In the United States, known infestations include most of the Pacific Northwest along with Utah, Colorado, New Mexico, Wyoming, Nebraska, and South Dakota. On western rangeland, infestations directly result in significant economic losses for ranchers. It is also widespread in Australia and New Zealand. In Australia it commonly hybridises with the related invasive Onopordum illyricum.

===Control===
- Mechanical
Small infestations may be physically removed or cut a few centimetres below the soil surface ensuring that no leaves remain attached to prevent regrowth. Mowing during early flowering will not kill the plant but will reduce seed production. Repeated treatments may be required because populations typically exhibit a wide range of developmental stages among individual plants. Slashing should be done prior to flowering since seed may mature in the seed head after cutting. Plants should not be mowed following seed set, as this increases chances for seed dispersal.

- Chemical
Because of their shorter life cycle, cotton thistle plants can be effectively treated with herbicides. All herbicide treatments should be applied at the rosette stage of the plant. Generally, herbicide applications would be in early spring or autumn. One of the primary difficulties in chemical control of cotton thistles is their ability to germinate nearly year round. From autumn to spring a range of plant sizes can be found which may result in variable success from chemical control. Herbicides are very effective on seedlings and young rosettes, but control becomes more variable with increasing plant age. Onopordum spp. seeds may persist for several years in the soil. Buried seed may persist for up to twenty years, and reinfestation is likely without yearly management. Therefore, several years of re-treatment may be necessary. Picloram, dicamba, 2,4-D, dicamba + 2,4,-D, and metsulfuron are effective for controlling cotton thistle. Clopyralid is more selective for controlling plants in the family Asteraceae, but will also injure or kill legumes.

- Biological
There are no biological control agents that have been specifically released for cotton thistle control in the United States. A thistle head weevil Rhinocyllus conicus that feeds on Carduus pycnocephalus has also been shown to feed on cotton thistle. This insect was the object of imprudent biological control introduction, and it became an invasive species that has threatened endangered native thistles in North America (Strong 1997). Establishment of this thistle head weevil as a biological control agent for cotton thistle has been unsuccessful in the Pacific Northwest. A thistle crown weevil (Trichosirocalus horridus) that feeds on musk, bull, plumeless, Italian, and creeping thistles will also feed on cotton thistle. In Australia, this insect has been shown to kill cotton thistle rosettes. The related Trichosirocalus briese is also being tested as a control agent.
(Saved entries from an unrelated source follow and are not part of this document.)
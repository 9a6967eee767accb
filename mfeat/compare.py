"""`compare`: descriptors against each other on a user's own images, and under changes."""

import logging
from collections.abc import Iterable, Sequence
from dataclasses import replace
from typing import Any

import numpy as np

from mfeat import _checks, locations, storage
from mfeat.candidates import OWN, candidates_of, classifiers_of
from mfeat.comparing import RECORD, ComparisonRun
from mfeat.comparison import (
    COMPARISON,
    VARIANT,
    Comparison,
    read_comparison,
)
from mfeat.conditions import known_names
from mfeat.contests import ComparisonPlan
from mfeat.entries import Sources
from mfeat.images import MAX_PIXELS
from mfeat.options import DumpSettings, dump_settings
from mfeat.planning import with_pitch
from mfeat.publishing import OutputRefused
from mfeat.report import require_charts
from mfeat.retrace import is_table, table_inputs
from mfeat.schema import UNFINISHED
from mfeat.sources import list_sources
from mfeat.trials import PROTOCOLS
from mfeat.variants import variants_of
from mfeat.workers import workers

_log = logging.getLogger("mfeat")


def compare(
    source: Any,
    out: Any,
    descriptors: Any = None,
    transformer: Any = None,
    *,
    ablation: bool = False,
    protocol: str | None = None,
    conditions: Sequence[str] | None = None,
    classifiers: Any = ("lda", "svm"),
    size: Any = 64,
    train: Sequence[int] | None = None,
    test: int = 16,
    patches: int = 100,
    repeats: int = 10,
    folds: int | None = None,
    seed: int = 0,
    regions: str = "patch",
    label_from: str | None = None,
    truth_rule: str = "majority",
    channel: str | int = "luminance",
    missing_value: float | None = None,
    max_pixels: int = MAX_PIXELS,
    jobs: int = -1,
    backend: str | None = None,
    fresh: bool = False,
    progress: bool | None = None,
) -> Comparison:
    """Compare descriptors on labelled patches, or on images each of which is a class.

    Parameters
    ----------
    source : path-like or str
        A folder, a pattern, or a manifest, as for `mfeat.dump`; or a table made by it, whose
        images, labels and settings are then used.
    out : path-like or str
        Folder of the results; new, empty, or one that an interrupted call was writing.
    descriptors : sequence of str, or dict of str to transformer, optional
        Names: "minkowski" (`transformer`), those of `mfeat.descriptors.DESCRIPTORS`, or import
        paths "package.module:name"; or transformers by name. Default: "minkowski" and all others.
        The first is the one that the others are compared with.
    transformer : MinkowskiCurves, optional
        What "minkowski" means; default ``MinkowskiCurves()``, or the transformer of the table.
    ablation : bool, default False
        Whether variants of `transformer` take part, too: with each functional, field family,
        level rule and part of the vector left out, alone, or done otherwise; at the largest
        training size.
    protocol : {"halves", "groups"}, optional
        "halves": every image is a class; patches of one half train, those of the other are tested.
        "groups": labelled patches, no group on both sides. Default "groups" where there are labels.
    conditions : sequence of str, optional
        Changes of the test patches, see `mfeat.conditions`; default all that suit the images.
    classifiers : sequence of {"lda", "svm"}, or dict of str to classifier, default ("lda", "svm")
        Shrinkage LDA, SVM with Gaussian kernel, or your own.
    size : int, (int, int), or list of these, default 64
        Rows and columns of a patch; a list repeats the comparison for each.
    train : sequence of int, optional
        Numbers of training patches a class; default those of 2, 4, 8, 16 that all classes have.
    test : int, default 16
        Test patches a class under "halves".
    patches : int, default 100
        Largest number of patches a class under "groups", drawn evenly over its groups.
    repeats : int, default 10
        Random repeats of the splits, at least two.
    folds : int, optional
        Folds of "groups"; default 5, or as many as the class with the fewest groups allows.
    seed : int, default 0
        Of all that is random.
    regions, label_from, truth_rule, channel, missing_value, max_pixels
        How images are read and labelled, see `mfeat.dump`.
    jobs : int, default -1
        Number of workers; -1 all processors. It does not change an accuracy.
    backend : {"threading", "loky"}, optional
        Threads or processes; default processes.
    fresh : bool, default False
        Whether to start anew, in place of results or an interrupted run.
    progress : bool, optional
        Whether to show progress bars; default where stderr is a terminal.

    Returns
    -------
    Comparison

    Raises
    ------
    ValueError, TypeError, ImportError
        For parameters, images or labels that cannot be used.
    OutputRefused
        If the output holds other files, or results of other settings; the differences are shown.
    mfeat.storage.OutputInUse
        If another run writes there.

    Notes
    -----
    The folder holds ``results.parquet`` (every single result), ``costs.parquet``, ``report.md``
    and ``report.html`` with charts, and ``comparison.json`` (settings, and what was left out).

    Memory: the chosen patches with their surroundings in each worker process (about 2.3 times the
    pixels of the patches), the features of one descriptor under all conditions, and 350 MB of
    libraries a worker.

    Examples
    --------
    >>> import tempfile, numpy as np
    >>> from scipy.ndimage import gaussian_filter
    >>> from mfeat import compare
    >>> with tempfile.TemporaryDirectory() as folder:
    ...     for k, scale in enumerate((1, 3)):
    ...         noise = np.random.default_rng(k).normal(size=(160, 256))
    ...         np.save(f"{folder}/noise{k}.npy", gaussian_filter(noise, scale))
    ...     found = compare(
    ...         f"{folder}/*.npy", f"{folder}/evidence", ["minkowski", "power-spectrum"],
    ...         size=32, train=(4,), test=4, repeats=2, conditions=["clean"], jobs=1,
    ...     )
    >>> found.descriptors, found.conditions
    (['minkowski', 'power-spectrum'], ['clean'])
    """
    require_charts()
    place = locations.absolute(locations.as_location(out, "out"))
    reading = {
        "regions": regions, "label_from": label_from, "truth_rule": truth_rule,
        "channel": channel, "missing_value": missing_value, "max_pixels": max_pixels,
    }  # fmt: skip
    sources, settings = _inputs(source, place, transformer, reading)
    chosen = candidates_of(descriptors, settings.transformer)
    if ablation:
        if next(iter(chosen)) != OWN:
            raise ValueError(
                f"ablation compares variants of {OWN!r} with it, so it must come first among the "
                f"descriptors; got {list(chosen)}"
            )
        chosen |= {f"{VARIANT}{k}": v for k, v in variants_of(settings.transformer).items()}
    plan = ComparisonPlan(
        sources=sources,
        settings=settings,
        candidates=chosen,
        classifiers=classifiers_of(classifiers),
        conditions=None if conditions is None else known_names(conditions),
        protocol=_protocol(protocol, sources, settings),
        sizes=_sizes(size),
        train=_train_sizes(train),
        test=_checks.integer("test", test, minimum=2),
        patches=_checks.integer("patches", patches, minimum=2),
        repeats=_checks.integer("repeats", repeats, minimum=2),
        folds=None if folds is None else _checks.integer("folds", folds, minimum=2),
        seed=_checks.integer("seed", seed, minimum=0),
    )
    store = storage.output(place)
    _check_output(store)
    quiet = None if progress is None else not progress
    with (
        workers(jobs, backend or "loky", None) as how,
        store.lock(f"{UNFINISHED}/lock"),
    ):
        ComparisonRun(store, plan, how, quiet).complete(fresh)
    return read_comparison(place)


def _inputs(
    source: Any, out: str, transformer: Any, reading: dict[str, Any]
) -> tuple[Sources, DumpSettings]:
    """Return the images of a source, and how they are read: as given, or as a table was made."""
    if is_table(source):
        default = dump_settings().keywords()
        given = dump_settings(**reading).keywords()
        if others := [name for name in reading if given[name] != default[name]]:
            raise ValueError(
                f"source {source} is a table, whose images are read and labelled as when it was "
                f"made; leave out {', '.join(others)}, or give the images themselves"
            )
        sources, settings = table_inputs(source)
        if transformer is not None:
            settings = replace(settings, transformer=dump_settings(transformer).transformer)
        return sources, settings
    settings = dump_settings(transformer, **reading)
    sources = list_sources(source, label_from=reading["label_from"], leave_out=out)
    for remark in sources.remarks:
        _log.warning("%s", remark)
    settings, differs = with_pitch(settings, sources)
    if differs:
        raise ValueError(
            "the images have different pitches; compare those of each pitch apart, in manifests of "
            "their own"
        )
    return sources, settings


def _protocol(given: str | None, sources: Sources, settings: DumpSettings) -> str:
    label = sources.entries["label"]
    labelled = label.null_count < len(label) or settings.label_from == "truth"
    if given is None:
        return "groups" if labelled else "halves"
    return _checks.choice("protocol", given, PROTOCOLS)


def _sizes(size: Any) -> list[tuple[int, int]]:
    """Return patch sizes; a list holds several, a tuple is (rows, columns)."""
    several = size if isinstance(size, list) else [size]
    if not several:
        raise ValueError("size is an empty list; give one patch size or more")
    found = [dump_settings(size=one).grid.size for one in several]
    if len(set(found)) < len(found):
        raise ValueError(f"size holds a size twice: {size!r}")
    return found


def _train_sizes(train: Any) -> tuple[int, ...] | None:
    if train is None:
        return None
    if isinstance(train, int | np.integer):
        train = (train,)
    if isinstance(train, str) or not isinstance(train, Iterable):
        raise TypeError(f"train must be numbers of patches a class; got {train!r}")
    sizes = [_checks.integer(f"train[{k}]", n, minimum=1) for k, n in enumerate(train)]
    if not sizes or sorted(set(sizes)) != sizes:
        raise ValueError(f"train must be ascending numbers of patches a class; got {train!r}")
    return tuple(sizes)


def _check_output(store: Any) -> None:
    """Refuse an output that is neither empty nor a comparison of ours."""
    names = set(store.names()) - {UNFINISHED}
    if names and COMPARISON not in names and not store.exists(RECORD):
        raise OutputRefused(
            f"out {store.location} holds other files, e.g. {min(names)}; name a new or empty folder"
        )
The Australian painted lady butterfly has been known to use this invasive species as a host plant, but the larvae do not do enough damage to the plant for this butterfly to be used as biological control agent.

In Australia, a total of seven insects have been released to control cotton thistle. Two of the seven released insects are weevils, including Larinus latus which feeds on the seeds, and Lixus cardui, which bores in the stems.

- Integrated management
A combination of methods (IPM) is often more effective than any single method. An integrated pest management plan deals with prevention as well as control. Eradication of weed species is often not a practical goal, but in many cases reducing infestation to manageable levels is an achievable objective. Seed bank longevity is a major factor in managing cotton thistles. Re-establishing competitive perennial grasses and monitoring infested areas on a yearly basis is critical. Herbicides can successfully be used for reducing thistle populations and giving grasses a competitive advantage, but they cannot be used as a stand-alone solution. These techniques must be linked with good grazing practices in rangeland areas. Otherwise, the thistles will recolonize and rapidly replenish the seed bank to pre-control levels.